I thought it was only two years since it’s release?


----------



## jononotbono (Sep 4, 2018)

URL said:


> Why old gear...?
> I ordered this MB with I9 CPU, Asus WS x299 Sage/10G/TB/128 Ram Socket 2066.



I went onto Vision DAW and they build workstations (for RCP) with the Xeon 2690 (dual 14 core) and I was thinking if it’s good enough for them etc


----------



## URL (Sep 4, 2018)

jononotbono said:


> I thought it was only two years since it’s release?


No this is new arrived in June..., I haven't arrived yet I get this Mb next week Ihope this is the one with 10G network on the Mb with thunderbolt and 7 Pci-e slots...I have 2UAD and I want more cards to make room for.
They have done one bios upgrade so its alive


----------



## Gerhard Westphalen (Sep 4, 2018)

jononotbono said:


> Oh really? I thought having more cores is a good thing for a Slave. Sure, the master computer could do with a fast clock speed. Perhaps I should rethink building the master and then different computers for slaves?

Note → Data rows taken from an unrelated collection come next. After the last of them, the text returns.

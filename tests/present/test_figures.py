"""Figures are read back as pictures: marks are counted, text alternatives say the same numbers."""

from __future__ import annotations

import math
import re
from itertools import pairwise

import pytest
from bs4 import BeautifulSoup, Tag
from hypothesis import given
from hypothesis import strategies as st

from app.present.figures.icons import icon_array
from app.present.figures.strip import Marks, strip


def _counts(svg: str) -> dict[str, int]:
    soup = BeautifulSoup(svg, "html.parser")
    return {str(path["class"][0]): len(_places(str(path["d"]))) for path in soup.select("path")}


def _places(d: str) -> list[tuple[float, float]]:
    """(y, x) of the middle of each person, followed along the path: a head begins at the middle, a body ends it."""
    places = []
    x = y = 0.0
    for kind, dx, dy in re.findall(r"([Mm])(-?[\d.]+)[ ]?(-?[\d.]+)", d):
        if kind == "M":
            x, y = float(dx), float(dy)
        else:
            x, y = x + float(dx), y + float(dy)
        if (dx, dy) == ("0", "-7.4"):  # to the top of a head
            places.append((round(y + 7.4, 3), round(x, 3)))
    return places


@given(st.data(), st.sampled_from([100, 1000]), st.booleans())
def test_everybody_is_drawn_once_in_reading_order(data: st.DataObject, out_of: int, more: bool) -> None:
    event = data.draw(st.integers(0, out_of))
    net = data.draw(st.integers(0, out_of - event))
    svg = str(icon_array(event, net, more=more, out_of=out_of, arm="intervention", description="d"))
    counts = _counts(svg)
    wanted = {"with-event": event, "net-more" if more else "net-fewer": net, "no-event": out_of - event - net}
    assert counts == {name: count for name, count in wanted.items() if count}
    paths = BeautifulSoup(svg, "html.parser").select("path")
    places = [place for path in paths for place in _places(str(path["d"]))]
    assert len(places) == len(set(places)) == out_of
    assert places == sorted(places)


def test_array_has_its_words() -> None:
    svg = BeautifulSoup(
        str(icon_array(11, 5, more=False, out_of=100, arm="intervention", description='a "b" <c>')), "html.parser"
    ).svg
    assert isinstance(svg, Tag)
    assert svg["role"] == "img"
    assert svg["aria-label"] == 'a "b" <c>'
    assert svg["class"] == ["people", "intervention", "of-100"]


def _marks(low: float, high: float, *, log: bool) -> Marks:
    return Marks((0.8, 0.8), low, high, 1.0 if log else 0.0, log, lambda v, _step: f"{v:g}", "words")


def _x(svg: str, name: str) -> tuple[float, float]:
    line = BeautifulSoup(svg, "html.parser").select_one(f".{name}")
    assert line is not None
    return float(str(line["x1"])), float(str(line["x2"]))


def test_strip_runs_from_lower_left_to_higher_right() -> None:
    for log in (False, True):
        svg = str(strip(_marks(0.5, 1.2, log=log)))
        low, high = _x(svg, "limits")
        assert 10 < low < high < 230
        no_effect, _ = _x(svg, "no-effect")
        assert (low < no_effect < high) if log else (no_effect < low)


@pytest.mark.parametrize(("low", "high", "arrows"), [(0.5, math.inf, 1), (0.0, 2.0, 1), (0.0, math.inf, 2), (0.5, 2.0, 0)])
def test_open_end_has_an_arrow(low: float, high: float, arrows: int) -> None:
    svg = BeautifulSoup(str(strip(_marks(low, high, log=True))), "html.parser")
    assert len(svg.select(".arrow")) == arrows


def test_undefined_interval_draws_no_limits() -> None:
    svg = BeautifulSoup(str(strip(_marks(math.nan, math.nan, log=True))), "html.parser")
    assert not svg.select(".limits")


@given(st.floats(1e-5, 1e5), st.floats(1e-5, 1e5), st.floats(1e-5, 1e5), st.booleans())
def test_ticks_never_overprint(a: float, b: float, c: float, log: bool) -> None:
    low, estimate, high = sorted((a, b, c))
    marks = Marks((estimate, estimate), low, high, 1.0 if log else 0.0, log, lambda v, _step: f"{v:g}", "words")
    svg = BeautifulSoup(str(strip(marks)), "html.parser")
    places = sorted(float(str(text["x"])) for text in svg.select("text"))
    assert places
    assert all(after - before >= 30 for before, after in pairwise(places))
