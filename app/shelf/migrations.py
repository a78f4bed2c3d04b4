"""Ordered migrations of the shelf. One transaction each; a released one is never edited."""

from __future__ import annotations

import sqlite3

MIGRATIONS: tuple[tuple[str, ...], ...] = (
    (
        """
        CREATE TABLE sheet (
            id TEXT PRIMARY KEY,
            revision INTEGER NOT NULL,
            writer TEXT NOT NULL,
            saved TEXT NOT NULL,
            app_version TEXT NOT NULL,
            document TEXT NOT NULL
        ) STRICT
        """,
    ),
)

SCHEMA = len(MIGRATIONS)


def schema_of(connection: sqlite3.Connection) -> int:
    """The schema version a database file says it has."""
    return int(connection.execute("PRAGMA user_version").fetchone()[0])


def migrate(connection: sqlite3.Connection) -> None:
    """Bring a database to the current schema; a failed step leaves the step before it whole."""
    for version in range(schema_of(connection), SCHEMA):
        connection.execute("BEGIN IMMEDIATE")
        try:
            if schema_of(connection) == version:  # another server may have done it meanwhile
                for statement in MIGRATIONS[version]:
                    connection.execute(statement)
                connection.execute(f"PRAGMA user_version = {version + 1}")
            connection.execute("COMMIT")
        except BaseException:
            connection.execute("ROLLBACK")
            raise
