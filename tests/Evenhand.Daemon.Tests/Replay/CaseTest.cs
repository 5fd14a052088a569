using System.Text.Json;
using Evenhand.Testing;
using Xunit.Abstractions;

namespace Evenhand.Daemon.Tests.Replay;

/// <summary>Common to tests that hold replays against tests/data/cases/public_cases.json; each difference cites the case's source.</summary>
public abstract class CaseTest(ITestOutputHelper output)
{
    /// <summary>Numbers of a two-group case of a dataset that a replay reproduces.</summary>
    private protected const int Crude = 22;

    /// <summary>Numbers of a stratified case that a replay reproduces.</summary>
    private protected const int Adjusted = 10;

    private protected CaseComparison Comparison { get; } = new();

    private protected static ReferenceCase Case(string topic, string id) => ReferenceCases.Load(topic).Single(c => c.Id == id);

    /// <summary>Compares a number nested in the case's expected values.</summary>
    private protected void Compare(ReferenceCase c, double got, params string[] path)
    {
        JsonElement expected = path.Aggregate(c.Expected, (node, key) => node.GetProperty(key));
        Comparison.Value(c, string.Join('.', path), got, expected.GetDouble());
    }

    /// <summary>Compares two ends nested in the case's expected values.</summary>
    private protected void CompareEnds(ReferenceCase c, double low, double high, params string[] path)
    {
        JsonElement expected = path.Aggregate(c.Expected, (node, key) => node.GetProperty(key));
        Comparison.Value(c, string.Join('.', path) + ".low", low, expected[0].GetDouble());
        Comparison.Value(c, string.Join('.', path) + ".high", high, expected[1].GetDouble());
    }

    /// <summary>Holds the number of values compared and that none differs.</summary>
    private protected void AssertAgreement(int compared)
    {
        foreach ((string id, int numbers) in Comparison.ComparedByCase)
        {
            output.WriteLine($"{id}: {numbers} numbers compared");
        }

        Assert.True(Comparison.Differences.Length == 0, Comparison.Differences);
        Assert.Equal(compared, Comparison.Compared);
    }
}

Ya but an i9 should already be more than enough for a slave. I guess maybe if you're trying to run a low buffer you might top it out then but the Xeon probably wouldn't work much better either. Using a single i9 computer should be able to handle everything you need. The only time my 5820k tops out is with mastering. It's fine with anything else. An i9 slave I recently built for someone can handle anything. Many of the top film composers are running a single slave and in most cases could run their DAW + PT on that computer as well.


----------



## URL (Sep 4, 2018)

jononotbono said:


> I went onto Vision DAW and they build workstations (for RCP) with the Xeon 2690 (dual 14 core) and I was thinking if it’s good enough for them etc



yeah but nice price on Visiondaw?, they build I9 also, there are Xenon for LGA 2066, but they are a little slower than I9 for master DAW. I have "old" Xenon as slaves and they are cool , the old one use 85 watt on a LGA 2011-3 Asus M-board, works great.Watt consumption is something to consider.


----------



## jononotbono (Sep 4, 2018)

URL said:


> yeah but nice price on Visiondaw?, they build I9 also, there are Xenon for LGA 2066, but they are a little slower than I9 for master DAW. I have "old" Xenon as slaves ande they are cool , the old one use 85 watt on a LGA 2011-3 Asus M-board, works great.Watt consumption is something to consider.



Ok, well, I would never pay that kind of money as I could buy the parts secondhand and save a fortune. So, for Slaves, I should go more cores and for master, faster clock speed with less cores?


----------



## jononotbono (Sep 4, 2018)

I’m now feeling confused. Here is a screen shot of what Vision DAW say about their Dual 14 Core Xeon Server machine...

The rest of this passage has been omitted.